- Supplied information:
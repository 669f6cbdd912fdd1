import type { Extent, PlaneSolution } from './plane-solution';
import { solveCarefully } from './plane-solve-careful';
import { solveQuickly, withCoordinates } from './plane-solve-quick';
import type { PlanePoint } from './types';

/** Least squares with each point's coordinates and residual: by plain doubles where they hold their digits, with care where they do not. */
export function solvePlane(points: readonly PlanePoint[], extent: Extent): PlaneSolution {
  const quick = solveQuickly(points, extent);
  return quick === null ? solveCarefully(points, extent) : withCoordinates(points, quick);
}
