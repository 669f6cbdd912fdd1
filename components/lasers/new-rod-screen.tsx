import { useRouter } from 'expo-router';
import { useState } from 'react';
import { useForm, useWatch } from 'react-hook-form';
import { useTranslation } from 'react-i18next';
import { FormBox } from '@/components/forms/form-box';
import { FormChoice } from '@/components/forms/form-choice';
import { FormLengthField } from '@/components/forms/form-length-field';
import { FormRefusal } from '@/components/forms/form-refusal';
import { FormTextField } from '@/components/forms/form-text-field';
import { placeRefusals } from '@/components/forms/place-refusals';
import { graduationOptions, styleOptions } from '@/components/jobs/graduation-options';
import { readLength } from '@/components/lengths/read-length';
import { MayNot } from '@/components/root/may-not';
import { Button } from '@/components/ui/button';
import { Screen } from '@/components/ui/screen';
import { useAddRod } from '@/hooks/api/instrument-queries';
import { useMay } from '@/hooks/session/use-session';
import { USUAL_GRADUATION, type UnitStyle } from '@/shared/quantities';

interface RodForm {
  name: string;
  style: UnitStyle;
  graduation: string;
  length: string;
}

const blank: RodForm = { name: '', style: 'feet-inches', graduation: String(USUAL_GRADUATION['feet-inches']), length: '' };
const paths = { name: 'name', graduation: 'graduation', length: 'length' } as const;

export function NewRodScreen() {
  const { t } = useTranslation('lasers');
  return useMay('laser.write') ? <NewRod /> : <MayNot title={t('newRod.title')} back="/lasers" />;
}

function NewRod() {
  const { t } = useTranslation(['lasers', 'jobs']);
  const router = useRouter();
  const addRod = useAddRod();
  const { control, handleSubmit, setError, setValue, formState } = useForm<RodForm>({ defaultValues: blank });
  const [refusal, setRefusal] = useState<string | null>(null);
  const style = useWatch({ control, name: 'style' });
  const submit = handleSubmit(async (form) => {
    setRefusal(null);
    try {
      const length = readLength(form.length, { style: form.style });
      await addRod.mutateAsync({ name: form.name.trim(), style: form.style, graduation: Number(form.graduation), length });
      router.replace('/lasers');
    } catch (error) {
      setRefusal(placeRefusals(error, setError, paths));
    }
  });
  return (
    <Screen
      title={t('lasers:newRod.title')}
      back="/lasers"
      crumbs={[{ label: t('lasers:title'), href: '/lasers' }]}
      maxWidth={720}
      actions={
        <Button
          variant="primary"
          size="large"
          grow
          label={t('lasers:newRod.submit')}
          busy={formState.isSubmitting}
          onPress={() => void submit()}
        />
      }
    >
      <FormBox onSubmit={() => void submit()}>
        <FormRefusal sentence={refusal} />
        <FormTextField
          control={control}
          name="name"
          label={t('lasers:newRod.name')}
          hint={t('lasers:newRod.nameHint')}
          maxLength={120}
        />
        <FormChoice
          control={control}
          name="style"
          label={t('lasers:newRod.style')}
          layout="rows"
          options={styleOptions()}
          onChosen={(chosen) => setValue('graduation', String(USUAL_GRADUATION[chosen]))}
        />
        <FormChoice
          control={control}
          name="graduation"
          label={t('lasers:newRod.graduation')}
          hint={t('lasers:newRod.graduationHint')}
          options={graduationOptions(style)}
        />
        <FormLengthField
          control={control}
          name="length"
          label={t('lasers:newRod.length')}
          hint={t(`lasers:newRod.lengthHint.${style}`)}
          style={style}
        />
      </FormBox>
    </Screen>
  );
}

- Exercise: Each line of the listing is to be duplicated exactly as it appears.

- Your response:
repository 669f6cbdd912fdd1
import type { Extent, PlaneSolution } from './plane-solution';
import { solveCarefully } from './plane-solve-careful';
import { solveQuickly, withCoordinates } from './plane-solve-quick';
import type { PlanePoint } from './types';

/** Least squares with each point's coordinates and residual: by plain doubles where they hold their digits, with care where they do not. */
export function solvePlane(points: readonly PlanePoint[], extent: Extent): PlaneSolution {
  const quick = solveQuickly(points, extent);
  return quick === null ? solveCarefully(points, extent) : withCoordinates(points, quick);
}
repository 669f6cbdd912fdd1
filename components/lasers/new-rod-screen.tsx
import { useRouter } from 'expo-router';
import { useState } from 'react';
import { useForm, useWatch } from 'react-hook-form';
import { useTranslation } from 'react-i18next';
import { FormBox } from '@/components/forms/form-box';
import { FormChoice } from '@/components/forms/form-choice';
import { FormLengthField } from '@/components/forms/form-length-field';
import { FormRefusal } from '@/components/forms/form-refusal';
import { FormTextField } from '@/components/forms/form-text-field';
import { placeRefusals } from '@/components/forms/place-refusals';
import { graduationOptions, styleOptions } from '@/components/jobs/graduation-options';
import { readLength } from '@/components/lengths/read-length';
import { MayNot } from '@/components/root/may-not';
import { Button } from '@/components/ui/button';
import { Screen } from '@/components/ui/screen';
import { useAddRod } from '@/hooks/api/instrument-queries';
import { useMay } from '@/hooks/session/use-session';
import { USUAL_GRADUATION, type UnitStyle } from '@/shared/quantities';

interface RodForm {
  name: string;
  style: UnitStyle;
  graduation: string;
  length: string;
}

const blank: RodForm = { name: '', style: 'feet-inches', graduation: String(USUAL_GRADUATION['feet-inches']), length: '' };
const paths = { name: 'name', graduation: 'graduation', length: 'length' } as const;

export function NewRodScreen() {
  const { t } = useTranslation('lasers');
  return useMay('laser.write') ? <NewRod /> : <MayNot title={t('newRod.title')} back="/lasers" />;
}

function NewRod() {
  const { t } = useTranslation(['lasers', 'jobs']);
  const router = useRouter();
  const addRod = useAddRod();
  const { control, handleSubmit, setError, setValue, formState } = useForm<RodForm>({ defaultValues: blank });
  const [refusal, setRefusal] = useState<string | null>(null);
  const style = useWatch({ control, name: 'style' });
  const submit = handleSubmit(async (form) => {
    setRefusal(null);
    try {
      const length = readLength(form.length, { style: form.style });
      await addRod.mutateAsync({ name: form.name.trim(), style: form.style, graduation: Number(form.graduation), length });
      router.replace('/lasers');
    } catch (error) {
      setRefusal(placeRefusals(error, setError, paths));
    }
  });
  return (
    <Screen
      title={t('lasers:newRod.title')}
      back="/lasers"
      crumbs={[{ label: t('lasers:title'), href: '/lasers' }]}
      maxWidth={720}
      actions={
        <Button
          variant="primary"
          size="large"
          grow
          label={t('lasers:newRod.submit')}
          busy={formState.isSubmitting}
          onPress={() => void submit()}
        />
      }
    >
      <FormBox onSubmit={() => void submit()}>
        <FormRefusal sentence={refusal} />
        <FormTextField
          control={control}
          name="name"
          label={t('lasers:newRod.name')}
          hint={t('lasers:newRod.nameHint')}
          maxLength={120}
        />
        <FormChoice
          control={control}
          name="style"
          label={t('lasers:newRod.style')}
          layout="rows"
          options={styleOptions()}
          onChosen={(chosen) => setValue('graduation', String(USUAL_GRADUATION[chosen]))}
        />
        <FormChoice
          control={control}
          name="graduation"
          label={t('lasers:newRod.graduation')}
          hint={t('lasers:newRod.graduationHint')}
          options={graduationOptions(style)}
        />
        <FormLengthField
          control={control}
          name="length"
          label={t('lasers:newRod.length')}
          hint={t(`lasers:newRod.lengthHint.${style}`)}
          style={style}
        />
      </FormBox>
    </Screen>
  );
}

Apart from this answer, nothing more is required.